Eastman GEM Retinyl Sunflowerate is a naturally-derived pro-retinol composed of retinol and sunflower Fatty acids . It is biobased, formulation stable, easy-to-handle and a nonirritating antiaging ingredient. It is free of solvent, diluents and carriers. Cosmetic uses include lips, eyes and face.
Its companion, Eastman GEM Retinyl Linoleate, is composed of linoleic acid from safflower oil.
Scientifically-Based Natural Preservation for Clean Beauty
Israel Weisser, head of sales and marketing for Sharon Laboratories, discussed preservation trends and clean beauty claims. He said consumers are willing to pay more for safety and transparency. Lower contamination risk conditions, pH of formulation outside the range of 3 to 10, Alcohol content greater than 20% and closed packaging (aerosols, airless containers) are less likely in natural formulations. The following are possible in natural formulations: water activity of a formulation less than 0.75 and very high levels of essential oils.

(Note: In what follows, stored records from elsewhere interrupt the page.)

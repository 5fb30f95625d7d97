/** Reach-time distribution P(T_i > t) = (Q^t 1)_i against closed forms and against exact reach. */
import assert from 'node:assert/strict';
import { describe, it } from 'node:test';
import { EngineError, exactReach, reachCurve } from '../../shared/engine/index';
import { complete, karateClub, randomRoom, relClose, star } from './engine-fixtures';

describe('reach-time distribution', () => {
  // On K_n with a starters every hop hears with probability a / (n - 1): P(T > t) = (1 - a/(n-1))^t
  // (a geometric law; first-step analysis, Lovász 1993).
  it('complete graph: geometric law, quantiles and minutes', () => {
    const n = 10;
    const a = 3;
    const q = 1 - a / (n - 1);
    const r = reachCurve(complete(n), [0, 1, 2], { quantiles: [0.9], minutesPerHop: 2.5, people: [5], tolerance: 1e-12 });
    for (let t = 0; t < 30; t++) assert.ok(relClose(r.shareReached[t], 1 - q ** t, 1e-12));
    for (let t = 0; t < 30; t++) assert.ok(relClose(r.people[0].reachedBy[t], 1 - q ** t, 1e-12));
    const hop90 = Math.ceil(Math.log(0.1) / Math.log(q));
    assert.equal(r.quantiles[0].hop, hop90);
    assert.equal(r.quantiles[0].minutes, hop90 * 2.5);
    assert.ok(relClose(r.roomShare[1], (3 + 7 * (1 - q)) / n, 1e-12));
    assert.equal(r.complete, true);
  });

  // E[T_i] = sum_{t >= 0} P(T_i > t): the area above the curve is the exact reach (tail-sum formula).
  for (const [name, g, A, opts] of [
    ['karate club (Zachary 1977)', karateClub(), [0, 33], {}],
    ['directed room with mixing and laziness', randomRoom(30, 60, true, 4), [2, 9], { mixing: 0.05, laziness: 0.2 }],
  ] as const) {
    it(`tail sum equals exact reach: ${name}`, () => {
      const curve = reachCurve(g, [...A], { ...opts, tolerance: 1e-13, maxHops: 100_000, people: [5] });
      const exact = exactReach(g, [...A], opts);
      let area = 0;
      for (let t = 0; t < curve.shareReached.length; t++) area += 1 - curve.shareReached[t];
      assert.ok(relClose(area * (g.ids.length - A.length), exact.total, 1e-8), `${area * (g.ids.length - A.length)} vs ${exact.total}`);
      let own = 0;
      for (let t = 0; t < curve.people[0].reachedBy.length; t++) own += 1 - curve.people[0].reachedBy[t];
      assert.ok(relClose(own, exact.h[5], 1e-8));
      for (let t = 1; t < curve.shareReached.length; t++) assert.ok(curve.shareReached[t] >= curve.shareReached[t - 1] - 1e-15);
    });
  }

  it('star: every leaf hears at hop 1 when the centre is briefed', () => {
    const r = reachCurve(star(6), [0]);
    assert.equal(r.shareReached[1], 1);
    assert.deepEqual(
      r.quantiles.map((q) => q.hop),
      [1, 1, 1],
    );
  });

  it('unreachable people keep the curve below 1 and are listed; bad options throw', () => {
    const g = { ids: ['a', 'b', 'c'], directed: false, ties: [{ source: 0, target: 1, strength: 1 }] };
    const r = reachCurve(g, [0], { maxHops: 50 });
    assert.equal(r.complete, false);
    assert.ok(relClose(r.shareReached[50], 0.5, 1e-12));
    assert.equal(r.quantiles[1].hop, null);
    assert.deepEqual(
      r.unreachable.map((u) => u.id),
      ['c'],
    );
    assert.throws(() => reachCurve(g, [0], { minutesPerHop: -1 }), EngineError);
    assert.throws(() => reachCurve(g, [0], { quantiles: [2] }), EngineError);
  });
});
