/**
 * No-show plans: each starter of A independently fails to be briefed with chance P, and the
 * room total counts everyone not briefed (absent starters included). The objective is the
 * expected total given that at least one starter shows:
 *   E_P(A) = sum over nonempty X ⊆ A of (1-P)^|X| P^(|A|-|X|) F(X) / (1 - P^|A|).
 * Exact for |A| <= 12: every subset is reached by one Schur downdate from its parent in a
 * depth-first walk of the subset lattice (identity 1), 2^k O(n^2). Scoring every addition j at
 * once uses F(X + j) = F(X) - ρ_j(X) (identity 2), so a greedy step costs 2^|A| O(n^2):
 *   E_P(A + j) = [sum_X w(X) (F(X) - (1-P) ρ_j(X)) + P^m (1-P) F({j})] / (1 - P^(m+1)),
 * with w(X) = (1-P)^|X| P^(m-|X|), m = |A|. Greedy (Nemhauser, Wolsey & Fisher 1978 style) then
 * swap polish (Teitz & Bart 1968) on this objective; exhaustive enumerates every k-set when that
 * is affordable. Above 12 starters the expectation is sampled (stated standard error).
 */
import { AbsorbingState, beats, tieTolerance } from './dense-state';
import { EngineError } from './errors';
import type { PlanContext } from './plan-context';
import { binomialTable, shouldStop } from './plan-search-meter';
import type { NoShowReport } from './plan-types';

export const NO_SHOW_EXACT_LIMIT = 12;

/** Visits every nonempty subset X of `set` with its state and size. 2^|set| states, O(n^2) each. */
function eachSubset(ctx: PlanContext, set: readonly number[], visit: (s: AbsorbingState, size: number) => void): void {
  const e = ctx.ergodic()!;
  const states: AbsorbingState[] = [];
  const rec = (s: AbsorbingState, from: number, size: number) => {
    visit(s, size);
    for (let q = from; q < set.length; q++) {
      const child = states[size] ? states[size].copyFrom(s) : (states[size] = s.clone());
      child.add(set[q]);
      rec(child, q + 1, size + 1);
    }
  };
  for (let q = 0; q < set.length; q++) rec(AbsorbingState.fromErgodic(e, set[q]), q + 1, 1);
}

export function requireNoShowRoom(ctx: PlanContext, p: number): void {
  if (!(p >= 0 && p <= 0.5)) throw new EngineError('INVALID_OPTION', `The no-show chance must be between 0 and 0.5 (got ${String(p)}).`);
  const e = ctx.ergodic();
  if (!e || !e.pi.every((v) => v > 0))
    throw new EngineError(
      'INVALID_OPTION',
      'No-show plans need a room where word can travel between any two people (connected, or with background mixing): with several closed groups a missing starter leaves people who can never hear.',
    );
}

/** Exact E_P(A) (raw hops). */
export function expectedTotalExact(ctx: PlanContext, set: readonly number[], p: number): number {
  const k = set.length;
  let sum = 0;
  eachSubset(ctx, set, (s, size) => (sum += (1 - p) ** size * p ** (k - size) * s.rawTotal));
  return sum / (1 - p ** k);
}

/** E_P(A + j) for every allowed j not in A (raw hops; Infinity elsewhere). */
export function additionScores(ctx: PlanContext, set: readonly number[], p: number, allowed: Uint8Array): Float64Array {
  const n = ctx.n;
  const e = ctx.ergodic()!;
  const m = set.length;
  const out = new Float64Array(n).fill(Infinity);
  const inSet = new Uint8Array(n);
  for (const a of set) inSet[a] = 1;
  if (m === 0) {
    for (let j = 0; j < n; j++) if (allowed[j]) out[j] = e.singleTotals[j] / e.scale;
    return out;
  }
  let s0 = 0;
  const g = new Float64Array(n);
  eachSubset(ctx, set, (s, size) => {
    const w = (1 - p) ** size * p ** (m - size);
    s0 += w * s.rawTotal;
    for (let j = 0; j < n; j++) if (s.inT[j]) g[j] += w * s.rawGain(j);
  });
  const norm = 1 - p ** (m + 1);
  for (let j = 0; j < n; j++) {
    if (!allowed[j] || inSet[j]) continue;
    out[j] = (s0 - (1 - p) * g[j] + p ** m * (1 - p) * (e.singleTotals[j] / e.scale)) / norm;
  }
  return out;
}

function argBest(scores: Float64Array, n: number): number {
  let best = -1;
  for (let j = 0; j < n; j++)
    if (Number.isFinite(scores[j]) && beats(scores[j], j, best < 0 ? Infinity : scores[best], best, tieTolerance(n))) best = j;
  return best;
}

/** Greedy on E_P from the required people. */
export function noShowGreedy(ctx: PlanContext, p: number): number[] {
  const set = [...ctx.mustInclude];
  while (set.length < ctx.k) {
    const j = argBest(additionScores(ctx, set, p, ctx.allowed), ctx.n);
    if (j < 0) break;
    set.push(j);
  }
  return set;
}

/** Swap polish on E_P: replace one starter by one non-starter while the expectation drops. */
export function noShowSwap(ctx: PlanContext, start: number[], p: number, maxPasses = 20): { set: number[]; value: number } {
  const set = [...start];
  let value = expectedTotalExact(ctx, set, p);
  const fixed = new Set(ctx.mustInclude);
  for (let pass = 0; pass < maxPasses; pass++) {
    let improved = false;
    for (let q = 0; q < set.length; q++) {
      if (fixed.has(set[q]) || performance.now() > ctx.deadline || shouldStop(ctx)) break;
      const rest = set.filter((_, t) => t !== q);
      const allowed = Uint8Array.from(ctx.allowed);
      allowed[set[q]] = 0;
      const scores = additionScores(ctx, rest, p, allowed);
      const j = argBest(scores, ctx.n);
      if (j >= 0 && scores[j] < value - 1e-12 * Math.abs(value)) {
        set[q] = j;
        value = scores[j];
        improved = true;
      }
    }
    if (!improved) break;
  }
  return { set, value };
}

/** Every k-set (with the required people) when at most `limit` of them; null when there are more. */
export function noShowExhaustive(ctx: PlanContext, p: number, incumbent: { set: number[]; value: number }, limit = 20_000) {
  const free: number[] = [];
  const must = new Set(ctx.mustInclude);
  for (let j = 0; j < ctx.n; j++) if (ctx.allowed[j] && !must.has(j)) free.push(j);
  const r = ctx.k - ctx.mustInclude.length;
  const count = binomialTable(free.length, r)[free.length][r];
  if (count > limit) return null;
  let best = incumbent;
  const cur: number[] = [];
  const rec = (from: number) => {
    if (cur.length === r) {
      const set = [...ctx.mustInclude, ...cur];
      const v = expectedTotalExact(ctx, set, p);
      if (v < best.value - 1e-12 * Math.abs(best.value)) best = { set, value: v };
      return;
    }
    for (let q = from; q <= free.length - (r - cur.length); q++) {
      cur.push(free[q]);
      rec(q + 1);
      cur.pop();
    }
  };
  rec(0);
  return best;
}

/** Seeded sample of E_P(A) for large A: mean and standard error over `samples` subsets. */
export function expectedTotalSampled(ctx: PlanContext, set: readonly number[], p: number, samples: number) {
  let x = 0x9e3779b9;
  const rand = () => {
    x ^= x << 13;
    x >>>= 0;
    x ^= x >>> 17;
    x ^= x << 5;
    x >>>= 0;
    return x / 4294967296;
  };
  let mean = 0;
  let m2 = 0;
  for (let t = 1; t <= samples; t++) {
    let shows: number[] = [];
    while (shows.length === 0) shows = set.filter(() => rand() >= p);
    const v = AbsorbingState.fromStarters(ctx.room, shows).rawTotal;
    const d = v - mean;
    mean += d / t;
    m2 += d * (v - mean);
  }
  return { mean, standardError: Math.sqrt(m2 / Math.max(1, samples - 1) / samples) };
}

/** The report of a chosen set: expectation, nobody-shows chance, worst absence and stand-ins. */
export function noShowReport(ctx: PlanContext, set: readonly number[], p: number): NoShowReport {
  const scale = 1 / (1 - ctx.room.laziness);
  const k = set.length;
  let expected: number;
  let se = 0;
  const exact = k <= NO_SHOW_EXACT_LIMIT;
  if (exact) expected = expectedTotalExact(ctx, set, p);
  else {
    const samples = Math.max(200, Math.min(4000, Math.floor(2e9 / ctx.n ** 3)));
    const s = expectedTotalSampled(ctx, set, p, samples);
    expected = s.mean;
    se = s.standardError;
  }
  const standIns: { starter: number; person: number; total: number }[] = [];
  let worst = { person: set[0], total: -Infinity };
  for (const s of set) {
    const rest = set.filter((t) => t !== s);
    const allowed = Uint8Array.from(ctx.allowed);
    for (const t of set) allowed[t] = 0;
    // With P = 0 the addition scores are plain totals F(rest + j).
    const scores = additionScores(ctx, rest, 0, allowed);
    const without = rest.length === 0 ? Infinity : AbsorbingState.fromStarters(ctx.room, rest).rawTotal * scale;
    if (without > worst.total) worst = { person: s, total: without };
    const j = argBest(scores, ctx.n);
    if (j >= 0) standIns.push({ starter: s, person: j, total: scores[j] * scale });
  }
  return {
    chance: p,
    expectedTotal: expected * scale,
    nobodyChance: p ** k,
    worstAbsence: worst,
    standIns,
    exact,
    standardError: se * scale,
  };
}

Twenty-five to 30% of European Union young consumers show interest in waterless products. These include facial cleansing bars, dry shampoos, and non-rinse conditions. A high-efficacy solution is SharoSense Plus 181, with natural and natural-like preservation systems, is pending a patent. Components include natural maltol, plant-derived polyquatemium-80.

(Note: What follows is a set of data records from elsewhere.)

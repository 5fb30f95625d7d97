/** Exact reach against published values, the commute-time identity, and an independent solver (ml-matrix). */
import assert from 'node:assert/strict';
import { describe, it } from 'node:test';
import fc from 'fast-check';
import { Matrix, pseudoInverse, solve } from 'ml-matrix';
import { exactReach, ergodicData, hittingTime, kemenyFrom, prepareRoom, EngineError, type RoomGraph } from '../../shared/engine/index';
import { bipartite, complete, cycle, hypercube, karateClub, miserables, path, randomRoom, relClose, room, star } from './engine-fixtures';

const solvers = ['dense', 'sparse'] as const;

describe('exact reach: classic check values', () => {
  // Gambler's ruin on the path 0..n: H(i -> n) = n^2 - i^2 and with A = {0, n}, h_i = i (n - i)
  // (Levin, Peres & Wilmer, Markov Chains and Mixing Times, 2009, section 2.1; Lovász, Random walks on graphs: a survey, 1993).
  for (const solver of solvers) {
    it(`path, one end and both ends (${solver})`, () => {
      const n = 12;
      const one = exactReach(path(n), [n], { solver });
      for (let i = 0; i <= n; i++) assert.ok(relClose(one.h[i], n * n - i * i, 1e-10), `H(${i} -> ${n})`);
      const two = exactReach(path(n), [0, n], { solver });
      for (let i = 0; i <= n; i++) assert.ok(relClose(two.h[i], i * (n - i), 1e-10));
      assert.equal(two.unreachable.length, 0);
    });
    // Cycle C_n: H = d (n - d) at distance d (Lovász 1993, section 2).
    it(`cycle (${solver})`, () => {
      const n = 11;
      const r = exactReach(cycle(n), [0], { solver });
      for (let i = 0; i < n; i++) {
        const d = Math.min(i, n - i);
        assert.ok(relClose(r.h[i], d * (n - d), 1e-10));
      }
    });
    // Complete K_n: H = n - 1, and with a starters h = (n - 1) / a (Lovász 1993).
    it(`complete graph (${solver})`, () => {
      const n = 9;
      const r = exactReach(complete(n), [0, 3, 5], { solver });
      for (let i = 0; i < n; i++) if (![0, 3, 5].includes(i)) assert.ok(relClose(r.h[i], (n - 1) / 3, 1e-10));
      assert.ok(relClose(exactReach(complete(n), [2], { solver }).h[0], n - 1, 1e-10));
    });
    // Star on n people: leaf -> centre 1, centre -> leaf 2n - 3, leaf -> other leaf 2n - 2 (engine.md section 5; Lovász 1993).
    it(`star (${solver})`, () => {
      const n = 8;
      const toCentre = exactReach(star(n), [0], { solver });
      assert.ok(relClose(toCentre.h[3], 1, 1e-12));
      const toLeaf = exactReach(star(n), [1], { solver });
      assert.ok(relClose(toLeaf.h[0], 2 * n - 3, 1e-10));
      assert.ok(relClose(toLeaf.h[4], 2 * n - 2, 1e-10));
    });
    // K_{p,q} with the target on the q side: 2q - 1 from the other side (first-step analysis; engine.md section 5).
    it(`complete bipartite (${solver})`, () => {
      const p = 4;
      const q = 6;
      const r = exactReach(bipartite(p, q), [p + 2], { solver });
      for (let i = 0; i < p; i++) assert.ok(relClose(r.h[i], 2 * q - 1, 1e-10));
    });
    // Hypercube Q_d, antipodal vertex: sum_{j=1}^{d} (1 / C(d-1, j-1)) sum_{l>=j} C(d, l)
    // (birth-death chain of the distance; Aldous & Fill, Reversible Markov Chains, ch. 5). Q_3 gives 10.
    it(`hypercube (${solver})`, () => {
      const binom = (a: number, b: number) => {
        let r = 1;
        for (let i = 1; i <= b; i++) r = (r * (a - b + i)) / i;
        return r;
      };
      for (const d of [3, 5]) {
        let expected = 0;
        for (let j = 1; j <= d; j++) {
          let s = 0;
          for (let l = j; l <= d; l++) s += binom(d, l);
          expected += s / binom(d - 1, j - 1);
        }
        const r = exactReach(hypercube(d), [0], { solver });
        assert.ok(relClose(r.h[(1 << d) - 1], expected, 1e-10), `Q_${d}: ${r.h[(1 << d) - 1]} vs ${expected}`);
        if (d === 3) assert.ok(relClose(expected, 10, 1e-15));
      }
    });
  }

  it('laziness scales every hitting time by exactly 1 / (1 - a) (engine.md section 1)', () => {
    const g = randomRoom(15, 30, true, 7);
    const base = exactReach(g, [0, 4]);
    const lazy = exactReach(g, [0, 4], { laziness: 0.3 });
    for (let i = 0; i < 15; i++) assert.ok(relClose(lazy.h[i], base.h[i] / 0.7, 1e-12));
  });
});

describe('exact reach: identities', () => {
  // Commute time H(i,j) + H(j,i) = vol * R_eff(i,j) (Chandra, Raghavan, Ruzzo, Smolensky & Tiwari, STOC 1989);
  // R_eff from the Laplacian pseudo-inverse computed by ml-matrix.
  it('commute time identity on a weighted room', () => {
    const g = randomRoom(14, 25, false, 11);
    const n = 14;
    const L = Matrix.zeros(n, n);
    let vol = 0;
    for (const t of g.ties) {
      L.set(t.source, t.source, L.get(t.source, t.source) + t.strength);
      L.set(t.target, t.target, L.get(t.target, t.target) + t.strength);
      L.set(t.source, t.target, L.get(t.source, t.target) - t.strength);
      L.set(t.target, t.source, L.get(t.target, t.source) - t.strength);
      vol += 2 * t.strength;
    }
    const Lp = pseudoInverse(L);
    const e = ergodicData(prepareRoom(g));
    for (const [i, j] of [
      [0, 5],
      [3, 9],
      [12, 1],
    ]) {
      const r = Lp.get(i, i) + Lp.get(j, j) - 2 * Lp.get(i, j);
      const commute = exactReach(g, [j]).h[i] + exactReach(g, [i]).h[j];
      assert.ok(relClose(commute, vol * r, 1e-9), `${commute} vs ${vol * r}`);
      assert.ok(relClose(hittingTime(e, i, j) + hittingTime(e, j, i), vol * r, 1e-9));
    }
  });

  // Kemeny's constant sum_j pi_j H(i,j) does not depend on i (Kemeny & Snell, Finite Markov Chains, 1960).
  it("Kemeny's constant is the same from every start (directed, with mixing)", () => {
    const g = randomRoom(20, 40, true, 5);
    const e = ergodicData(prepareRoom(g, { mixing: 0.05 }));
    const k0 = kemenyFrom(e, 0);
    for (let i = 1; i < 20; i++) assert.ok(relClose(kemenyFrom(e, i), k0, 1e-9));
  });
});

/** Independent reference: I - Q built from the tie list here and solved by ml-matrix's LU. */
function referenceReach(g: RoomGraph, starters: number[], mixing = 0, laziness = 0): number[] {
  const n = g.ids.length;
  const W = Matrix.zeros(n, n);
  for (const t of g.ties) {
    W.set(t.source, t.target, W.get(t.source, t.target) + t.strength);
    if (!g.directed) W.set(t.target, t.source, W.get(t.target, t.source) + t.strength);
  }
  const T = [...Array(n).keys()].filter((i) => !starters.includes(i));
  const A = Matrix.zeros(T.length, T.length);
  T.forEach((i, r) => {
    const s = W.getRow(i).reduce((a, b) => a + b, 0);
    T.forEach((j, c) => {
      const p = (1 - laziness) * ((1 - mixing) * (W.get(i, j) / s) + mixing / n) + (i === j ? laziness : 0);
      A.set(r, c, (r === c ? 1 : 0) - p);
    });
  });
  const x = solve(A, Matrix.ones(T.length, 1));
  const h = new Array(n).fill(0);
  T.forEach((i, r) => (h[i] = x.get(r, 0)));
  return h;
}

describe('exact reach agrees with ml-matrix to 1e-9 relative', () => {
  for (const directed of [false, true]) {
    for (let seed = 1; seed <= 6; seed++) {
      it(`${directed ? 'directed' : 'undirected'} weighted room, seed ${seed}`, () => {
        const n = 25 + seed * 3;
        const g = randomRoom(n, 3 * n, directed, 100 + seed);
        const A = [seed, (seed * 7) % n];
        const mixing = seed % 2 === 0 ? 0.02 : 0;
        const laziness = seed % 3 === 0 ? 0.25 : 0;
        const ref = referenceReach(g, A, mixing, laziness);
        for (const solver of solvers) {
          const r = exactReach(g, A, { solver, mixing, laziness });
          for (let i = 0; i < n; i++) assert.ok(relClose(r.h[i], ref[i], 1e-9), `${solver} person ${i}: ${r.h[i]} vs ${ref[i]}`);
        }
      });
    }
  }
});

describe('exact reach with the fill-reducing order (n >= 64) agrees with ml-matrix', () => {
  for (const [n, extra, directed] of [
    [90, 120, false],
    [150, 900, false],
    [100, 250, true],
    [140, 700, true],
  ] as const) {
    it(`${directed ? 'directed' : 'undirected'} weighted room, n = ${n}`, () => {
      const g = randomRoom(n, extra, directed, 700 + n);
      const A = [3, 50];
      const ref = referenceReach(g, A);
      const r = exactReach(g, A, { solver: 'dense' });
      assert.equal(r.solver, directed ? 'lu' : 'ldlt');
      for (let i = 0; i < n; i++) assert.ok(relClose(r.h[i], ref[i], 1e-9));
    });
  }
});

describe('exact reach on open data sets: dense and conjugate gradient agree', () => {
  for (const [name, g] of [
    ['karate club (Zachary 1977)', karateClub()],
    ['Les Misérables (Knuth 1993)', miserables()],
  ] as const) {
    it(name, () => {
      const A = [0, 5];
      const d = exactReach(g, A, { solver: 'dense' });
      const s = exactReach(g, A, { solver: 'sparse' });
      assert.equal(d.solver, 'ldlt');
      assert.equal(s.solver, 'cg');
      for (let i = 0; i < g.ids.length; i++) assert.ok(relClose(d.h[i], s.h[i], 1e-9));
      assert.ok(relClose(d.total, s.total, 1e-10));
      assert.ok(
        relClose(
          d.total,
          referenceReach(g, A).reduce((a, b) => a + b, 0),
          1e-9,
        ),
      );
    });
  }
});

describe('iterative solvers on one-way chains (BiCGSTAB falls back to GMRES)', () => {
  // Directed cycle 0 -> 1 -> ... -> n-1 -> 0 with starter 0: person i hears after exactly n - i hops.
  for (const n of [4, 5, 12]) {
    it(`directed cycle of ${n}`, () => {
      const g = room(
        n,
        Array.from({ length: n }, (_, i) => [i, (i + 1) % n, 0.5 + i] as [number, number, number]),
        true,
      );
      const r = exactReach(g, [0], { solver: 'sparse' });
      for (let i = 1; i < n; i++) assert.ok(relClose(r.h[i], n - i, 1e-9), `${i}: ${r.h[i]}`);
    });
  }
});

describe('exact reach: unreachable people are named, never NaN', () => {
  it('disconnected undirected room', () => {
    const g = room(5, [
      [0, 1],
      [1, 2],
      [3, 4],
    ]);
    for (const solver of solvers) {
      const r = exactReach(g, [0], { solver });
      assert.deepEqual(
        r.unreachable.map((u) => [u.index, u.reason]),
        [
          [3, 'no-path'],
          [4, 'no-path'],
        ],
      );
      assert.equal(r.total, Infinity);
      assert.ok(relClose(r.reachableTotal, r.h[1] + r.h[2], 1e-12));
      assert.ok(!Array.from(r.h).some(Number.isNaN));
      assert.match(r.unreachable[0].message, /p3/);
    }
  });
  it('directed room: a closed group without a starter, and a person who may drift into it', () => {
    // 1 -> 0, 1 -> 2 <-> 3: {2,3} is closed without a starter; 1 reaches 0 but may get stuck.
    const g = room(
      4,
      [
        [1, 0],
        [1, 2],
        [2, 3],
        [3, 2],
        [0, 1],
      ],
      true,
    );
    const r = exactReach(g, [0]);
    assert.deepEqual(
      r.unreachable.map((u) => [u.index, u.reason]),
      [
        [1, 'may-get-stuck'],
        [2, 'no-path'],
        [3, 'no-path'],
      ],
    );
    const mixed = exactReach(g, [0], { mixing: 0.1 });
    assert.equal(mixed.unreachable.length, 0);
    assert.ok(Number.isFinite(mixed.total));
  });
  it('bad input throws EngineError with a code', () => {
    assert.throws(
      () => exactReach(path(3), []),
      (e: unknown) => e instanceof EngineError && e.code === 'INVALID_STARTERS',
    );
    assert.throws(
      () => exactReach(path(3), [9]),
      (e: unknown) => e instanceof EngineError && e.code === 'UNKNOWN_PERSON',
    );
    assert.throws(
      () => exactReach(path(3), [0], { mixing: 1 }),
      (e: unknown) => e instanceof EngineError && e.code === 'INVALID_OPTION',
    );
    assert.throws(
      () => exactReach(path(3), [0], { laziness: -0.1 }),
      (e: unknown) => e instanceof EngineError && e.code === 'INVALID_OPTION',
    );
  });
});

describe('exact reach: dense and sparse solvers agree on many random rooms (property-based, seeded)', () => {
  it('same h, same unreachable people', () => {
    fc.assert(
      fc.property(
        fc.record({
          n: fc.integer({ min: 2, max: 40 }),
          extra: fc.integer({ min: 0, max: 80 }),
          directed: fc.boolean(),
          connected: fc.boolean(),
          seed: fc.integer({ min: 1, max: 1_000_000 }),
          starters: fc.integer({ min: 1, max: 4 }),
          mixing: fc.constantFrom(0, 0, 0.03),
          laziness: fc.constantFrom(0, 0.4),
        }),
        (c) => {
          const g = randomRoom(c.n, c.extra, c.directed, c.seed, c.connected);
          const A = Array.from({ length: Math.min(c.starters, c.n - 1) }, (_, q) => (c.seed * (q + 1)) % c.n);
          const opts = { mixing: c.mixing, laziness: c.laziness };
          const d = exactReach(g, A, { ...opts, solver: 'dense' });
          const s = exactReach(g, A, { ...opts, solver: 'sparse' });
          assert.deepEqual(s.unreachable, d.unreachable);
          for (let i = 0; i < c.n; i++) {
            assert.ok(!Number.isNaN(d.h[i]) && !Number.isNaN(s.h[i]));
            if (Number.isFinite(d.h[i])) assert.ok(relClose(s.h[i], d.h[i], 1e-8), `${i}: ${s.h[i]} vs ${d.h[i]}`);
            else assert.equal(s.h[i], Infinity);
          }
        },
      ),
      { seed: 4242, numRuns: 300 },
    );
  });
});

Natural and Synthetic Ingredients in Beauty – Efficacy, safety and sustainability
Dr. Nitasha Buldeo, founder, Organic Apoteke, spoke about natural versus synthetic ingredients. Approximately 25-30% of the personal care and cosmetics market is comprised of natural ingredients while 70-75% are synthetic ingredients.
“Buzzwords are aimed at convincing consumers of the advantages of natural over synthetic ingredients and often devalue synthetic ingredients, but these buzzwords often cause consumer confusion,” she said.
Polymers are a class of cosmetic raw materials essential in the production of high-performance products. They are classified as synthetic, semi-synthetic, or natural. Synthetic and semi synthetic polymers can be tailored for specific applications, are cheaper than natural polymers, can be produced on a large scale with uniformity and have a long shelf life. They also have thermal and chemo sensitive properties, enable nanoparticle delivery, modify fragrance release and reduce the risk of evaporation.
Natural polymers In cosmetics are biocompatible with skin, safer, eco-friendly in character, highly attractive and marketable to consumers. Chemicals in cosmetics can interact with one another and with other chemical compounds on the skin. Due to reaction with body enzymes, which result in beneficial or detrimental effects, pre-formulation analysis and testing is paramount to ensure the safety of the selected ingredients in cosmetic formulations.
According to data from Grandview Research, the US organic personal care ingredients market size by product – which started at $2.04 billion in 2016 is expected to post steady gains through 2027 with natural surfactants, emollients, active ingredients, sugar polymers and natural preservatives among the star ingredients.